That story is changing. And the reason it changed is stranger and more specific than any marketing copy would dare to claim. It started with an earthquake in 2008 and a woman named Francisca Chacón who had a farm to run and a decision to make with no good options in front of her.

What the Chorreador Knows

To understand what Costa Rica’s coffee identity means to the people who actually live it, you have to start with the chorreador, the cloth filter on a wooden stand that has been dripping coffee into cups for several generations. As one account from Café Milagro describes it, the chorreador “slows you down — you cannot rush it without burning the grounds or over-extracting the brew.” La hora del café, the afternoon coffee hour around 3 or 4 p.m., doesn’t exist to fuel productivity. It exists for presence. Someone hosts. Everyone brings something sweet or savory. The gathering can run for two hours. The invitation to socialize in Costa Rica is not “let’s get lunch.” It’s “¡vamos a tomar café!” The two are the same thing.

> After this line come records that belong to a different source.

/**
 * Display-unit conversions against NIST Special Publication 811 (2008 edition),
 * "Guide for the Use of the International System of Units (SI)", Appendix B.8 (factors
 * in alphabetical order) and B.9 (by kind of quantity). Exact factors are compared to
 * 1e-15 relative (double rounding only); the seven-digit factors printed in B.8 to half a
 * unit in their last printed digit.
 */
import { describe, expect, it } from 'vitest';
import {
  KG_PER_LB,
  M_PER_FT,
  M2_PER_FT2,
  M_PER_MI,
  N_PER_LBF,
  PA_PER_PSF,
  formatNumber,
  formatQuantity,
  fromDisplay,
  header,
  inputValue,
  parseNumber,
  parseQuantity,
  toDisplay,
  unitLabel,
  type Quantity
} from '../../src/lib/units';

const rel = (a: number, b: number) => Math.abs(a - b) / Math.abs(b);

describe('conversion factors (NIST SP 811, Appendix B)', () => {
  it('uses the exact definitions of the pound, foot, mile and pound-force', () => {
    // B.8: pound (avoirdupois) → kilogram 4.535 924 E−01, exact 0.453 592 37 (footnote).
    expect(KG_PER_LB).toBe(0.45359237);
    // B.8: foot → metre 3.048 E−01 (exact).
    expect(M_PER_FT).toBe(0.3048);
    // NIST SP 811 B.8: square foot → square metre 9.290304 E-02 (exact).
    expect(M2_PER_FT2).toBeCloseTo(0.09290304, 15);
    expect(toDisplay('area', 0.09290304, 'us')).toBeCloseTo(1, 12);
    expect(unitLabel('area', 'si')).toBe('m²');
    // B.8: mile (international) → metre 1.609 344 E+03 (exact).
    expect(M_PER_MI).toBe(1609.344);
    // B.8: pound-force → newton 4.448 222 E+00; exact value 4.448 221 615 260 5.
    expect(N_PER_LBF).toBe(4.4482216152605);
  });

  it('agrees with the definitions the factors come from', () => {
    // 1 lbf = 1 lb × standard acceleration of gravity g_n = 9.806 65 m/s² (exact, 3rd CGPM 1901).
    expect(rel(KG_PER_LB * 9.80665, N_PER_LBF)).toBeLessThan(1e-15);
    // 1 mi = 5280 ft (U.S. statute definition, NIST SP 811 B.6).
    expect(rel(5280 * M_PER_FT, M_PER_MI)).toBeLessThan(1e-15);
  });

  it('matches the seven-digit factors printed in Appendix B.8', () => {
    // pound-force per square foot → pascal 4.788 026 E+01
    expect(Math.abs(PA_PER_PSF - 47.88026)).toBeLessThan(0.5e-5);
    // kip (1000 lbf) → newton 4.448 222 E+03
    expect(Math.abs(fromDisplay('thrust', 1000, 'us') - 4448.222)).toBeLessThan(0.5e-3);
    // foot per second → metre per second 3.048 E−01 (exact)
    expect(fromDisplay('speed', 1, 'us')).toBe(0.3048);
    // B.9 inverse: 1 kg = 2.204 623 lb
    expect(Math.abs(toDisplay('mass', 1, 'us') - 2.204623)).toBeLessThan(0.5e-6);
    // 1 km = 0.621 371 2 mi (inverse of 1.609 344)
    expect(Math.abs(toDisplay('distance', 1000, 'us') - 0.6213712)).toBeLessThan(0.5e-7);
  });
});

describe('toDisplay / fromDisplay', () => {
  const quantities: Quantity[] = ['mass', 'force', 'thrust', 'length', 'altitude', 'distance', 'speed', 'pressure', 'isp'];

  it('round-trips every quantity in both systems to 1e-14 relative', () => {
    for (const q of quantities) {
      for (const system of ['si', 'us'] as const) {
        for (const v of [1e-3, 1, 287.5, 9.1e6]) {
          const back = fromDisplay(q, toDisplay(q, v, system), system);
          expect(rel(back, v), `${q} ${system} ${v}`).toBeLessThan(1e-14);
        }
      }
    }
  });

  it('shows SI thrust in kN, altitude and distance in km, pressure in kPa', () => {
    expect(toDisplay('thrust', 845_000, 'si')).toBe(845);
    expect(toDisplay('altitude', 500_000, 'si')).toBe(500);
    expect(toDisplay('pressure', 101_325, 'si')).toBeCloseTo(101.325, 12);
    expect(unitLabel('thrust', 'si')).toBe('kN');
  });

  it('shows US orbit altitudes in statute miles (NIST SP 811 B.8: 1 mi = 1 609.344 m exactly)', () => {
    // 500 km / 1.609344 km = 310.686 mi
    expect(unitLabel('altitude', 'us')).toBe('mi');
    expect(toDisplay('altitude', 500_000, 'us')).toBeCloseTo(310.686, 3);
  });

  it('leaves specific impulse in seconds in both systems', () => {
    expect(toDisplay('isp', 311, 'us')).toBe(311);
    expect(unitLabel('isp', 'us')).toBe('s');
  });

  it('converts a typical engine to US units', () => {
    // 1 000 000 N / 4.4482216152605 = 224 808.94 lbf; 1 500 kg / 0.45359237 = 3 306.93 lb
    expect(toDisplay('thrust', 1e6, 'us')).toBeCloseTo(224_808.943, 3);
    expect(toDisplay('mass', 1500, 'us')).toBeCloseTo(3306.934, 3);
  });
});

describe('formatting', () => {
  it('groups thousands, keeps four significant digits and shows whole large numbers whole', () => {
    expect(formatNumber(845_300)).toBe('845,300');
    expect(formatNumber(312.46)).toBe('312.5');
    expect(formatNumber(0.001234)).toBe('0.001234');
    expect(formatNumber(0)).toBe('0');
    expect(formatNumber(-42.125, { decimals: 1 })).toBe('-42.1');
  });

  it('shows a dash for missing values', () => {
    expect(formatNumber(null)).toBe('—');
    expect(formatNumber(Number.NaN)).toBe('—');
    expect(formatQuantity('mass', undefined, 'si')).toBe('—');
  });

  it('adds the unit of the chosen system', () => {
    expect(formatQuantity('thrust', 845_000, 'si')).toBe('845 kN');
    expect(formatQuantity('mass', 1000, 'us')).toBe('2,205 lb');
    expect(formatQuantity('thrust', 4448.2216152605, 'us', { unit: false })).toBe('1,000');
    expect(header('Thrust', 'thrust', 'us')).toBe('Thrust (lbf)');
  });

  it('gives form inputs a plain number that parses back', () => {
    const text = inputValue('mass', 1000, 'us');
    expect(text).toBe('2204.623');
    const back = parseQuantity('mass', text, 'us');
    expect(back.ok && rel(back.value, 1000)).toBeLessThan(1e-6);
    expect(inputValue('mass', null, 'us')).toBe('');
  });
});

describe('parsing form input', () => {
  it('accepts plain, grouped and exponent forms', () => {
    expect(parseNumber('1234.5')).toEqual({ ok: true, value: 1234.5 });
    expect(parseNumber(' 1,234,567.5 ')).toEqual({ ok: true, value: 1234567.5 });
    expect(parseNumber('1.2e6')).toEqual({ ok: true, value: 1.2e6 });
    expect(parseNumber('-.5')).toEqual({ ok: true, value: -0.5 });
    expect(parseNumber('845 000')).toEqual({ ok: true, value: 845000 });
  });

  it('refuses what is not a number, naming the field', () => {
    expect(parseNumber('', 'Thrust')).toEqual({ ok: false, error: 'Thrust is required' });
    expect(parseNumber('abc', 'Thrust')).toEqual({ ok: false, error: 'Thrust must be a number' });
    // "1,5" could mean 1.5 or 15: refused rather than guessed.
    expect(parseNumber('1,5', 'Mass').ok).toBe(false);
    expect(parseNumber('12kg', 'Mass').ok).toBe(false);
    expect(parseNumber('1e999', 'Mass')).toEqual({ ok: false, error: 'Mass must be a finite number' });
    expect(parseNumber(undefined, 'Mass').ok).toBe(false);
  });

  it('returns SI from a value typed in the user\'s unit', () => {
    const r = parseQuantity('thrust', '200,000', 'us', 'Thrust');
    expect(r.ok).toBe(true);
    if (r.ok) expect(rel(r.value, 200_000 * 4.4482216152605)).toBeLessThan(1e-15);
    const s = parseQuantity('thrust', '95', 'si', 'Thrust');
    expect(s).toEqual({ ok: true, value: 95_000 });
  });
});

I think about this ritual every time I read another specialty coffee origin report that treats the chorreador as a quaint backdrop. The cloth sock and the wooden stand are not the problem the micro-mill revolution solved. They’re the context that makes the revolution meaningful. What changed wasn’t just the processing technique. What changed was who got to keep the good cup.

The Honda Reputation

Coffee Review’s Kenneth Davids called Costa Rican coffee “the Honda of coffees, reliable but neither fancy nor flashy.” That was a fair description for a long time. The country’s fully washed SHB (Strictly Hard Bean) lots were exactly what you’d reach for if you wanted consistency with no surprises. Clean. Bright. Not particularly deep. If Colombia was the textbook origin for beginners and Ethiopia was the rabbit hole for enthusiasts, Costa Rica was the dependable middle ground, the one you could serve to anyone without explanation.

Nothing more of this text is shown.